2004 Sentra 1.8s with 39,000 miles FYI


----------



## Sorority Demon (Jul 15, 2005)

One option you could do is hook up some compressed air into your fuel system, preferably nitrogen because it is an inert gas and wont cause an explosion. If you have a leak somewhere you should hear an air leak somewhere. To pin point it use a hose and stick one end to your ear and move the other end around until you clearly hear where the leak is.


----------



## metro273 (Sep 16, 2005)

Alot of times the vent control valve, attached to the evap canister, sticks "open", causing the code you have. We, at the Nissan dealership I work at, replace both items cause the 2 10mm bolts seize up inside of the canister and when they are removed, the canister cracks. That's usually where the problem is at...Good Luck!


----------



## slhaas (May 1, 2005)

Where is the canister, and where is the valve... what do they look like? Is there a way to discern if that is indeed the problem (a visual test or something I can do to verify this). Is this a relatively simple job that I can do myself?


----------



## metro273 (Sep 16, 2005)

slhaas said:


> Where is the canister, and where is the valve... what do they look like? Is there a way to discern if that is indeed the problem (a visual test or something I can do to verify this). Is this a relatively simple job that I can do myself?

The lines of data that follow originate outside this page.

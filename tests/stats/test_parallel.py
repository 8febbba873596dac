from __future__ import annotations

import json
import math
from typing import Any

import numpy as np
import pytest
from scipy import stats as sps

from service.stats.deadlines import ComputeTimeExceeded
from service.stats.parallel import (
    parallel_average_bioequivalence,
    parallel_average_bioequivalence_to_json,
)


def groups(seed: int, n_test: int, n_reference: int, *, log_ratio: float = 0.05,
           sd_test: float = 0.3, sd_reference: float = 0.45) -> dict[str, Any]:
    """Seeded lognormal parallel groups (constructed; no published data set), one row each."""
    rng = np.random.default_rng(seed)
    log_t = rng.normal(4.0 + log_ratio, sd_test, n_test)
    log_r = rng.normal(4.0, sd_reference, n_reference)
    n = n_test + n_reference
    return {"subjects": [f"S{i:03d}" for i in range(n)],
            "sequences": ["T"] * n_test + ["R"] * n_reference, "periods": [1] * n,
            "treatments": ["T"] * n_test + ["R"] * n_reference,
            "values": np.exp(np.concatenate([log_t, log_r]))}


CASES = [(1, 12, 12), (2, 20, 9), (3, 7, 31), (4, 40, 40)]


@pytest.mark.parametrize(("seed", "n_test", "n_reference"), CASES)
def test_welch_interval_matches_scipy(seed: int, n_test: int, n_reference: int) -> None:
    """Source: scipy.stats.ttest_ind(equal_var=False) on the log values — its Welch statistic,
    Welch–Satterthwaite df and ``confidence_interval(0.90)`` of the difference of means."""
    data = groups(seed, n_test, n_reference)
    r = parallel_average_bioequivalence(**data, test="T", reference="R")
    logs = np.log(np.asarray(data["values"]))
    log_t, log_r = logs[:n_test], logs[n_test:]
    welch = sps.ttest_ind(log_t, log_r, equal_var=False)
    ci = welch.confidence_interval(confidence_level=0.90)
    assert r.df == pytest.approx(float(welch.df), rel=1e-12)
    assert r.log_difference == pytest.approx(log_t.mean() - log_r.mean(), rel=1e-12)
    assert r.standard_error is not None
    assert r.log_difference / r.standard_error == pytest.approx(float(welch.statistic), rel=1e-10)
    assert r.ratio_lower_percent == pytest.approx(100 * math.exp(ci.low), rel=1e-10)
    assert r.ratio_upper_percent == pytest.approx(100 * math.exp(ci.high), rel=1e-10)
    assert r.df is not None and not r.df.is_integer()


@pytest.mark.parametrize(("seed", "n_test", "n_reference"), CASES)
def test_tost_p_values_are_one_sided_welch_tests(seed: int, n_test: int, n_reference: int) -> None:
    """Source: Schuirmann 1987 two one-sided tests, each computed by scipy.stats.ttest_ind
    (equal_var=False, one-sided) on log values shifted by the log limit; CV per group =
    sqrt(exp(s²) − 1) with s the group's log SD from numpy (lognormal identity)."""
    data = groups(seed, n_test, n_reference, log_ratio=-0.1)
    r = parallel_average_bioequivalence(**data, test="T", reference="R")
    logs = np.log(np.asarray(data["values"]))
    log_t, log_r = logs[:n_test], logs[n_test:]
    lower = sps.ttest_ind(log_t - math.log(0.80), log_r, equal_var=False, alternative="greater")
    upper = sps.ttest_ind(log_t - math.log(1.25), log_r, equal_var=False, alternative="less")
    assert r.p_lower == pytest.approx(float(lower.pvalue), rel=1e-9)
    assert r.p_upper == pytest.approx(float(upper.pvalue), rel=1e-9)
    for group, values in ((r.test_group, log_t), (r.reference_group, log_r)):
        assert group.n == values.size
        assert group.cv_percent == pytest.approx(100 * math.sqrt(math.expm1(values.var(ddof=1))),
                                                 rel=1e-12)
    assert r.p_lower is not None and r.p_upper is not None
    assert (r.acceptance.verdict == "within_limits") == (max(r.p_lower, r.p_upper) < 0.05)


def test_json_keeps_the_crossover_keys_with_nulls() -> None:
    """Source: DESIGN.md §Average bioequivalence (public JSON paths) and issue 10 (design;
    log_difference.df carries the non-integer df); RFC 8259 JSON has no NaN."""
    r = parallel_average_bioequivalence(**groups(5, 10, 14), test="T", reference="R")
    doc = json.loads(json.dumps(parallel_average_bioequivalence_to_json(r), allow_nan=False))
    assert {"log_difference", "ratio_percent", "confidence_level", "tost",
            "within_subject_cv_percent", "sequence_effect", "acceptance", "design",
            "reference_variability"} <= set(doc)
    assert set(doc["log_difference"]) == {"estimate", "standard_error", "df"}
    assert doc["log_difference"]["df"] == r.df and doc["design"] == "parallel"
    assert doc["within_subject_cv_percent"] is None and doc["reference_variability"] is None
    assert doc["sequence_effect"]["f"] is None
    assert "parallel_design" in {w["code"] for w in doc["warnings"]}
    assert [g["role"] for g in doc["groups"]] == ["test", "reference"]


def test_degenerate_groups_give_null_not_nan() -> None:
    """Source: a sample variance needs two values (n − 1 = 0 otherwise; common practice);
    identical values have zero variance, so no t interval exists."""
    tiny = groups(6, 1, 5)
    r = parallel_average_bioequivalence(**tiny, test="T", reference="R")
    assert r.standard_error is None and r.df is None and r.acceptance.verdict == "undetermined"
    assert "group_too_small" in {d.code for d in r.diagnostics}
    json.dumps(parallel_average_bioequivalence_to_json(r), allow_nan=False)
    flat = groups(7, 4, 4)
    flat["values"] = np.full(8, 50.0)
    r = parallel_average_bioequivalence(**flat, test="T", reference="R")
    assert r.standard_error == 0.0 and r.p_lower is None
    assert "zero_residual_variance" in {d.code for d in r.diagnostics}


def test_bad_input_and_deadline() -> None:
    """Source: DESIGN.md (errors name the field) and the service.stats.deadlines contract."""
    data = groups(8, 5, 5)
    twice = {**data, "subjects": ["S000"] * 2 + data["subjects"][2:], "periods": [1, 2] + [1] * 8}
    with pytest.raises(ValueError, match="subjects: 'S000' have more than one observation"):
        parallel_average_bioequivalence(**twice, test="T", reference="R")
    with pytest.raises(ComputeTimeExceeded):
        parallel_average_bioequivalence(**data, test="T", reference="R", deadline=0.0)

The canister and valve are attached together. They are underneath a plastic cover, behind the left rear tire. You need to pressurize the EVAP system, with light compressed air and spray soapy water around the valve. In most cases, the leak will be found right away cause of the soapy water making bubbles. 
One note: the vent control valve, attached to the charcoal canister, must be energized(closed) for the bubbles to show.


----------



## slhaas (May 1, 2005)

Am I looking for a fuel, vapor or vaccuum leak? I felt around under there and didnt notice any obvious cracks/holes and no moisture or dirt. It also SEEMS that the light comes on when my fuel gets low, but I'm not certain of this yet because it's what I remember, and I haven't actually tested it yet. What should I be concerned with regarding this issue? Im supposed to drive 1500 miles next weekend. The car doesn't seem to be acting any differently, but am I at risk of a fire or damaging the engine or something, or perhaps a fuel economy loss?


----------



## goatty9 (Jun 2, 2005)

slhaas said:


> Am I looking for a fuel, vapor or vaccuum leak? I felt around under there and didnt notice any obvious cracks/holes and no moisture or dirt. It also SEEMS that the light comes on when my fuel gets low, but I'm not certain of this yet because it's what I remember, and I haven't actually tested it yet. What should I be concerned with regarding this issue? Im supposed to drive 1500 miles next weekend. The car doesn't seem to be acting any differently, but am I at risk of a fire or damaging the engine or something, or perhaps a fuel economy loss?



I have 1441 code on mine for about 6 months. It is the same problem as above the vent control valve. 

As ask before, is there any thing I should know be for I change this part? Ie tricks. 
As for the cost the part at a dealer in Ontario is about $120 CDN. I tried the scrap yard they want $30 but will not warrat the part becuase they can not be tested before they are sold. Does any body else know any where I can get this part cheaper then $120?


----------